Important and Urgent

I’m on both of these missions right now as I’m on new puppy watch and working. When I go into different AOs the thing I most often see is individuals working only on the urgent stuff. Things like dealing with customer needs, issues and generally the day job. And sometimes the day job without a plan. Most roles have some development or project work - and this can/does - get neglected, its usually important stuff like new IT initiatives, longer term staff planning and training, making a start on the self-assessment, etc. I get that sometimes things are crazily busy with the day job and that must be a priority as its urgent and important to keep the ship running. 

What I do and encourage is to spend a bit of time each week, at the beginning of each month looking forward and sorting out what’s to be achieved. Sound reasonable? I’ve recently discovered bullet journals (see bulletjournal.com) as a technique and really like it. I put some dates in the diary and allocate time when its day job time and project time; and really try and stick to it.

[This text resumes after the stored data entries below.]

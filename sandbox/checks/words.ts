import type { BeatMap } from "../../shared/contracts/songs.ts";
import { TICKS_PER_BEAT } from "../../shared/units.ts";

/** Gives "bar 12" for a tick, or "the pick-up" for what lies before bar 1. */
export function nameBar({ song }: { readonly song: BeatMap }, tick: number): string {
  const number = barAt(song, tick);
  return number === 0 ? "the pick-up" : `bar ${number}`;
}

/** Gives the number of the bar that a tick lies in; after the last bar the last. */
export function barAt(song: BeatMap, tick: number): number {
  const moment = tick / TICKS_PER_BEAT;
  return song.bars.findLast((bar) => bar.start <= moment + 1e-9)?.number ?? song.bars[0]?.number ?? 1;
}

/** Gives "a", "a and b", "a, b and c". */
export function joinWords(words: readonly string[]): string {
  return words.length < 2 ? words.join("") : `${words.slice(0, -1).join(", ")} and ${words.at(-1)}`;
}

/** Gives "1 front", "2 fronts". */
export function countWord(count: number, word: string): string {
  return `${count} ${word}${count === 1 ? "" : "s"}`;
}

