import { CURVE_STEP_TICKS, JUMP_TICKS, type LightCurve } from "../timeline/curves.ts";
import type { CheckContext } from "./context.ts";

/** Spans of 1/16 beat in which loads and darkness are added up. */
export const BIN_TICKS = CURVE_STEP_TICKS;

/** Gives the number of bins of a show. */
export function countBins(endTick: number): number {
  return Math.ceil(endTick / BIN_TICKS);
}

/** Gives the highest level (0 to 100) that a curve reaches in each bin of a show that ends at `endTick`. */
export function highestPerBin({ tick, level }: LightCurve, endTick: number): Float32Array {
  const bins = countBins(endTick);
  const highest = new Float32Array(bins);
  for (let point = 0; point < tick.length; point++) {
    const start = tick[point] ?? 0;
    const end = tick[point + 1] ?? bins * BIN_TICKS;
    const from = level[point] ?? 0;
    // Of a jump the bin before sees only the start, the bin it leads to only the end.
    const isJump = end - start <= JUMP_TICKS * 1.5;
    const to = isJump ? from : (level[point + 1] ?? from);
    const slope = end > start ? (to - from) / (end - start) : 0;
    const first = Math.max(0, Math.floor(start / BIN_TICKS));
    const last = isJump ? first : Math.min(bins - 1, Math.floor(end / BIN_TICKS));
    for (let bin = first; bin <= last && bin < bins; bin++) {
      // A straight line is highest at one of the two ends of its part in the bin.
      const left = Math.max(start, bin * BIN_TICKS);
      const right = Math.min(end, (bin + 1) * BIN_TICKS);
      const top = Math.max(from + slope * (left - start), from + slope * (right - start));
      if (top > (highest[bin] ?? 0)) highest[bin] = top;
    }
  }
  return highest;
}

/** Gives for each bin whether any light of the square is lit in it. */
export function litBins(context: CheckContext): Uint8Array {
  const bins = countBins(context.timeline.endTick);
  const lit = new Uint8Array(bins);
  for (const { isLit, highest } of new Set(context.facts()))
    if (isLit) for (let bin = 0; bin < bins; bin++) if ((highest[bin] ?? 0) > 0) lit[bin] = 1;
  return lit;
}
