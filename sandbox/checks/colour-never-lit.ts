import type { Finding } from "../engine/model.ts";
import { findEntry, levelAt, type Tracks } from "../timeline/tracks.ts";
import { LinePairs, listOf } from "./by-line.ts";
import type { CheckContext } from "./context.ts";
import { buildFinding } from "./finding.ts";

/**
 * Rule 33: a colour cue whose lights all stay dark until their next colour cue or the end. Lights
 * that can not show a colour do not count, and a cue on none but such lights is left alone.
 */
export function findColourNeverLit(context: CheckContext): Finding[] {
  const { tracks, timeline, lights } = context;
  const { colour, endTick } = tracks;
  const darkLights = new Map<number, number[]>();
  const isLit = new Uint8Array(timeline.cues.count);
  for (const { index, hasColour } of lights) {
    if (!hasColour) continue;
    const until = colour.first[index + 1] ?? 0;
    for (let entry = colour.first[index] ?? 0; entry < until; entry++) {
      const cue = colour.cue[entry] ?? 0;
      const end = entry + 1 < until ? (colour.tick[entry + 1] ?? 0) : endTick;
      if (isLitBetween(tracks, index, colour.tick[entry] ?? 0, end)) isLit[cue] = 1;
      else listOf(darkLights, cue).push(index);
    }
  }
  const pairs = new LinePairs(context);
  for (const [cue, dark] of darkLights) if (isLit[cue] === 0) pairs.add(cue, -1, dark);
  return pairs.list().map((pair) =>
    buildFinding(context, "colour-never-lit", {
      sentence: "The lights have a colour, but they are off.",
      hint: "Switch them on: `on()`, `fadeTo(80, 2)` or `pulse(1)`.",
      moments: pair.ticks,
      lights: pair.lights,
      lines: [pair.line],
    }),
  );
}

/** Whether a level or a pulse lights the light at some moment of start <= t < end. */
function isLitBetween(tracks: Tracks, light: number, start: number, end: number): boolean {
  const { level, pulse } = tracks;
  if (start >= end) return false;
  const firstLevel = Math.max(findEntry(level, light, start), level.first[light] ?? 0);
  for (let entry = firstLevel; entry < (level.first[light + 1] ?? 0) && (level.tick[entry] ?? 0) < end; entry++) {
    const from = Math.max(start, level.tick[entry] ?? 0);
    const next = entry + 1 < (level.first[light + 1] ?? 0) ? (level.tick[entry + 1] ?? 0) : end;
    const to = Math.min(end, next);
    // A line is above 0 somewhere inside when it is so at one of its ends; a single moment is not seen.
    if (to > from && (levelAt(level, entry, from) > 0 || levelAt(level, entry, to) > 0)) return true;
  }
  const firstPulse = pulse.first[light] ?? 0;
  for (
    let entry = findEntry(pulse, light, end - 1);
    entry >= firstPulse && (pulse.latestEnd[entry] ?? 0) > start;
    entry--
  )
    if (Math.max(start, pulse.tick[entry] ?? 0) < (pulse.end[entry] ?? 0)) return true;
  return false;
}
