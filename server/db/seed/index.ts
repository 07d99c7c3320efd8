import { tonightIn } from "../../event/night-time.ts";
import type { FeatureDeps } from "../../deps.ts";
import { createSeedDay } from "./seed-day.ts";
import { seedEvent } from "./seed-event.ts";
import { seedLineup } from "./seed-lineup.ts";
import { seedPeople } from "./seed-people.ts";
import { seedProgress } from "./seed-progress.ts";
import { seedShows } from "./seed-shows.ts";
import { seedAssignments, seedWork } from "./seed-work.ts";
import { TIME_ZONE } from "./world/figures.ts";
import { demoStudent, STAFF, STUDENTS } from "./world/people.ts";

/** Students whose cards are printed: one with shows in many states, one who has begun nothing. */
const STUDENT_WITH_WORK = "7B-TARN/wren";
const CLASS_AT_ITS_START = "6C-QUILL";

/**
 * Fills an empty database with the demo world, laid around today so that there is always a tonight
 * with shows. Every script runs through the pool. Gives the lines that say how to sign in. Rejects
 * when a script comes out otherwise than expected; then the database is to be thrown away.
 */
export async function seedDemoWorld(deps: FeatureDeps): Promise<string[]> {
  const now = deps.clock.now();
  const day = createSeedDay(tonightIn(TIME_ZONE, now), TIME_ZONE, now);
  const people = await seedPeople(deps, day);
  const event = seedEvent(deps, day);
  const assignmentIds = seedAssignments(deps, day, people);
  const shows = await seedShows(deps, day, people, event, assignmentIds);
  const forwardIds = seedWork(deps, day, people, shows, assignmentIds);
  seedLineup(deps, day, people, event, forwardIds);
  seedProgress(deps, day, people);
  return listDemoSignIns();
}

/** How to sign in to the demo world as each kind of person, a line each. */
export function listDemoSignIns(): string[] {
  const beginner = STUDENTS.find((one) => one.classCode === CLASS_AT_ITS_START) ?? demoStudent(STUDENT_WITH_WORK);
  const students = [demoStudent(STUDENT_WITH_WORK), beginner].map(({ classCode, username, passphrase }) => {
    return `  student      class code ${classCode}, username ${username}, words ${passphrase.replaceAll("-", " ")}`;
  });
  const staff = ["marlow", "holm", "quist"].flatMap((key) => {
    const one = STAFF.find((each) => each.key === key);
    return one ? [`  ${one.roles.join(", ").padEnd(12)} ${one.email}, password ${one.password}`] : [];
  });
  return ["Sign in to the demo world as", ...students, ...staff];
}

I’m also an advocate of parcelling up time during the day. This means only looking at email at certain points in the day, rather than be constantly distracted by email and find whilst answering every email (some of which is non-essential, or you are only cc’d on) I’ve avoided doing something I really should have done. 

Regular, timed communication with colleagues is also a good way to help with planning. 

From an earlier LinkedIn post of mine, here’s my tips on how to make more of your time.

Recognise your time thieves and cut them out: Is that meeting necessary? Is all that time on social media productive? Is your easy-going approach to being interrupted/open door encouraging the team to ask you, rather than find answers and solutions for themselves? How many times are you checking for email and texts and interrupting the stuff you need to get on with? 

Stop procrastinating and putting off the inevitable: use a decision making model; or bring some discipline into how you work that doesn’t allow you to wallow and allow time to slip away on things by allocating a specific time to work on things; or delegate the work and then add your take on it afterwards. 

Chunk it up: eat the elephant bit by bit. It’s well know that breaking things into smaller chunks makes it more digestible.

Use your diary as a planner and portion your day up for specific tasks: it helps control time wasting or avoidance activities like dealing with email all the time instead of tackling your projects or big tasks; allocate time in advance for those big projects rather than wait until the deadline is looming.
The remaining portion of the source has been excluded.